Surge in memcached-based reflected DDoS attacks is due to misconfigured servers

Massive memcached-based reflection DDoS attacks with an unprecedented amplification factor have been ongoing for the last few days, by taking advantage of memcached servers exposed to the Internet.

What is memcached?

Memcached is a distributed memory caching system and is used to speed up dynamic database-driven websites and Internet-facing services by caching data and objects in RAM.

It is often deployed in data center, cloud, and IaaS networks.

According to both Rapid7 and SANS ISC, there are currently over 100,000 exposed memcached servers on the Internet.

What’s the problem?

“The general idea behind all amplification attacks is the same. An IP-spoofing capable attacker sends forged requests to a vulnerable UDP server. The UDP server, not knowing the request is forged, politely prepares the response. The problem happens when thousands of responses are delivered to an unsuspecting target host, overwhelming its resources – most typically the network itself,” Cloudflare’s Marek Majkowski explains.

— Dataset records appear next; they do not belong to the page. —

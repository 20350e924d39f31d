//! The web page in a real browser: a headless Chromium, driven through WebDriver, fills the
//! fill form, submits it and reads the decision and the peak temperature; makes a worksheet
//! from the site page and downloads its PDF. It takes a screenshot of each page on the way
//! (under target/tmp/screenshots) for a person to look at.
//!
//! Needs Debian's `chromium` and `chromium-driver`; with PVHAZARD_BROWSER=required (as CI
//! sets it) their absence fails the test, otherwise it is skipped with a note.

#[path = "support/server.rs"]
mod server;
#[path = "support/webdriver.rs"]
mod webdriver;

use std::path::{Path, PathBuf};
use std::time::Duration;

use server::Server;
use webdriver::{wait_for_file, Browser, CHROMIUM, DRIVER};

fn browser_present() -> bool {
    let present = Path::new(CHROMIUM).exists() && Path::new(DRIVER).exists();
    if !present {
        let required = std::env::var("PVHAZARD_BROWSER").is_ok_and(|v| v == "required");
        assert!(
            !required,
            "PVHAZARD_BROWSER=required, and {CHROMIUM} or {DRIVER} is missing (apt-get install chromium chromium-driver)"
        );
        eprintln!("note: browser test skipped: {CHROMIUM} and {DRIVER} are not installed (apt-get install chromium chromium-driver; PVHAZARD_BROWSER=required makes this a failure)");
    }
    present
}

fn fresh(name: &str) -> PathBuf {
    let dir = Path::new(env!("CARGO_TARGET_TMPDIR")).join(name);
    let _ = std::fs::remove_dir_all(&dir);
    std::fs::create_dir_all(&dir).expect("creates the folder");
    dir
}

/// Types a quantity into the form: its number, its unit and, for a pressure, its basis.
fn quantity(b: &Browser, option: &str, number: &str, unit: &str, basis: Option<&str>) {
    b.type_into(&b.find(&format!("input[name='{option}']")), number);
    b.click(&b.find(&format!(
        "select[name='{option}.unit'] option[value='{unit}']"
    )));
    if let Some(basis) = basis {
        b.click(&b.find(&format!(
            "select[name='{option}.basis'] option[value='{basis}']"
        )));
    }
}

/// The value shown beside a result's label.
fn result_value(b: &Browser, label: &str) -> String {
    b.text(&b.xpath(&format!(
        "//table[@class='entries']//th[normalize-space()='{label}']/following-sibling::td/span[@class='value']"
    )))
}

#[test]
fn a_crew_member_fills_the_forms_and_makes_a_worksheet_in_a_browser() {
    if !browser_present() {
        return;
    }
    let shots = fresh("screenshots");
    let records = fresh("browser-records");
    let downloads = fresh("browser-downloads");
    let profile = fresh("browser-profile");
    let server = Server::start(&[
        "--site",
        "sample_sites/kestrel-fill-room.toml",
        "--records",
        &records.to_string_lossy(),
    ]);
    let b = Browser::start(&profile, &downloads);
    let shot = |name: &str, width: u32| b.screenshot(width, &shots.join(format!("{name}.png")));

    b.go(&server.url("/"));
    assert!(b.title().contains("pvhazard"), "{}", b.title());
    shot("index", 1000);

    // The fill form, as at the fill station: 50 L cylinder, 1 barg to 200 barg at 25 bar/min.
    b.go(&server.url("/fill"));
    shot("fill-form", 1000);
    shot("fill-form-phone", 390);
    b.resize(1000, 1200);
    b.click(&b.find("select[name='gas'] option[value='air']"));
    quantity(&b, "volume", "50", "L", None);
    quantity(&b, "from", "1", "bar", Some("g"));
    quantity(&b, "to", "200", "bar", Some("g"));
    b.click(&b.find("form details summary"));
    quantity(&b, "rate", "25", "bar/min", None);
    quantity(&b, "rated-temperature", "65", "C", None);
    b.click(&b.find("form button[type='submit']"));
    let decision = b.text(&b.wait_for("#decision"));
    assert!(
        ["GO", "GO WITH ACTIONS", "NO-GO"].contains(&decision.as_str()),
        "{decision}"
    );
    let peak = result_value(&b, "Peak gas temperature");
    shot("fill-result", 1000);
    shot("fill-result-phone", 390);
    // The page shows what the command line computes for the same inputs.
    let json = server.api(
        "fill",
        &serde_json::json!({"gas": "air", "volume": "50 L", "from": "1 bar(g)", "to": "200 bar(g)", "rate": "25 bar/min", "rated-temperature": "65 C"}),
    );
    let v: serde_json::Value = serde_json::from_slice(&json.body).expect("JSON");
    let kelvin = v["transient"]["peak_gas_temperature_k"]
        .as_f64()
        .expect("the peak");
    let shown: f64 = peak
        .split_whitespace()
        .next()
        .and_then(|n| n.parse().ok())
        .unwrap_or_else(|| panic!("no number in {peak:?}"));
    assert!(peak.contains("°C"), "{peak}");
    assert!(
        (shown - (kelvin - 273.15)).abs() <= 0.051,
        "{peak} against {kelvin} K"
    );
    let api_decision = v["verdict"]["decision"].as_str().unwrap_or_default();
    assert_eq!(
        decision.to_lowercase().replace(' ', "-"),
        api_decision,
        "{v}"
    );

    // A refusal is shown beside its field.
    b.go(&server.url("/energy"));
    b.click(&b.find("select[name='gas'] option[value='nitrogen']"));
    quantity(&b, "volume", "2", "m3", None);
    quantity(&b, "pressure", "10", "bar", None);
    b.click(&b.find("form button[type='submit']"));
    let error = b.text(&b.wait_for("#f-pressure-error"));
    assert!(error.contains("gauge or absolute"), "{error}");
    shot("energy-refused", 1000);
    quantity(&b, "pressure", "", "bar", Some("g"));
    b.click(&b.find("form button[type='submit']"));
    assert!(!b.text(&b.wait_for("#decision")).is_empty());
    shot("energy-result", 1000);

    b.go(&server.url("/vent"));
    b.click(&b.find("select[name='gas'] option[value='nitrogen']"));
    quantity(&b, "volume", "500", "L", None);
    quantity(&b, "pressure", "50", "bar", Some("g"));
    b.click(&b.find("form details summary"));
    quantity(&b, "orifice", "6", "mm", None);
    quantity(&b, "room-volume", "60", "m3", None);
    b.click(&b.find("input[name='depressuring-check']"));
    b.click(&b.find("form button[type='submit']"));
    assert!(!b.text(&b.wait_for("#decision")).is_empty());
    shot("vent-result", 1000);

    // The site page: items ranked; a worksheet for the first, then its PDF downloaded.
    b.go(&server.url("/site/0"));
    shot("site", 1000);
    let form = "(//form[contains(@action, '/worksheet')])[1]";
    let tag = b
        .text(&b.xpath(&format!("{form}//legend")))
        .replace("Worksheet for ", "");
    b.type_into(
        &b.xpath(&format!("{form}//input[@name='work_order']")),
        "WO-4471",
    );
    b.type_into(
        &b.xpath(&format!("{form}//input[@name='prepared_by']")),
        "R. Okafor",
    );
    b.click(&b.xpath(&format!("{form}//button")));
    // The page made (the one with the records' download links) leads with the worksheet's
    // own decision and its findings.
    b.wait_for("a[download]");
    assert!(!b.text(&b.find("#decision")).is_empty());
    assert!(!b.text(&b.find("ul.findings li")).is_empty());
    shot("worksheet", 1000);
    b.click(&b.xpath("//a[contains(@href, '.pdf')]"));
    let pdf = wait_for_file(&downloads, ".pdf", Duration::from_secs(30))
        .unwrap_or_else(|| panic!("no PDF downloaded into {}", downloads.display()));
    let bytes = std::fs::read(&pdf).expect("reads the PDF");
    let doc = lopdf::Document::load_mem(&bytes).expect("the PDF parses");
    let pages: Vec<u32> = doc.get_pages().keys().copied().collect();
    let text = doc.extract_text(&pages).expect("its text");
    for expected in [tag.as_str(), "WO-4471", "R. Okafor"] {
        assert!(text.contains(expected), "{expected} not in the PDF's text");
    }
    // The same record is in the records folder, under the command line's name, with its JSON.
    let name = pdf
        .file_name()
        .expect("a name")
        .to_string_lossy()
        .into_owned();
    assert!(name.contains("wo-4471"), "{name}");
    assert_eq!(
        std::fs::read(records.join(&name)).expect("the record"),
        bytes
    );
    assert!(records.join(name.replace(".pdf", ".json")).exists());
    eprintln!("screenshots in {}", shots.display());
}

“Amplification attacks are effective because often the response packets are much larger than the request packets. A carefully prepared technique allows an attacker with limited IP spoofing capacity (such as 1Gbps) to launch very large attacks (reaching 100s Gbps) ‘amplifying’ the attacker’s bandwidth.”

Involving a memcached server in reflection/amplification DDoS attacks is easy: the attacker first puts in place a set of reflectors/amplifiers with arbitrary-length key/value pairs on a vulnerable memcached server, and then issues queries for them from the (spoofed) IP address of the target.

It’s not that memcached attacks were unknown before this (memcached as a possible amplification vector was pointed out last year), it’s that they have spiked in the last couple of days.

“At peak, we’ve seen 260Gbps of inbound UDP memcached traffic,” Majkowski shared.

According to US-CERT, memcached has an bandwidth amplification factor of 10,000 to 51,000, which is by far the highest when compared with that of other UDP protocols.

“Arbor’s current assessment is that, as with most other DDoS attack methodologies, memcached DDoS attacks were initially – and for a very brief interval – employed manually by skilled attackers; they have subsequently been weaponized and made available to attackers of all skill levels via so-called ‘booter/stresser’ DDoS-for-hire botnets,” Arbor Networks noted.

“The rapid increase in the prevalence of these attacks indicates that this relatively new attack vector was weaponized and broadly leveraged by attackers within a relatively short interval.”

What’s the solution?

Memcached lacks access controls by design, and that’s why it shouldn’t be exposed to the Internet.

“Attacks of the size potentially created by memcached reflection cannot be easily defended against by data center solutions, requiring the cooperation of upstream ISPs and/or cloud-based DDoS protection services,” says Akamai’s SIRT.

“Blocking port 11211 is a starting point for defenses and will prevent systems on your network from being used as reflectors. Configuring mitigation controls, like port blocking, can allow for this traffic to be handled quickly and efficiently.”

Setting the servers behind a firewall is also recommended.

Majkowski also urged developers to stop using UDP and stop enabling it by default.

“We’ve been down this road so many times. DNS, NTP, Chargen, SSDP and now memcached. If you use UDP, you must always respond with strictly a smaller packet size then the request. Otherwise your protocol will be abused,” he pointed out.

“Also remember that people do forget to set up a firewall. Be a nice citizen. Don’t invent a UDP-based protocol that lacks authentication of any kind.”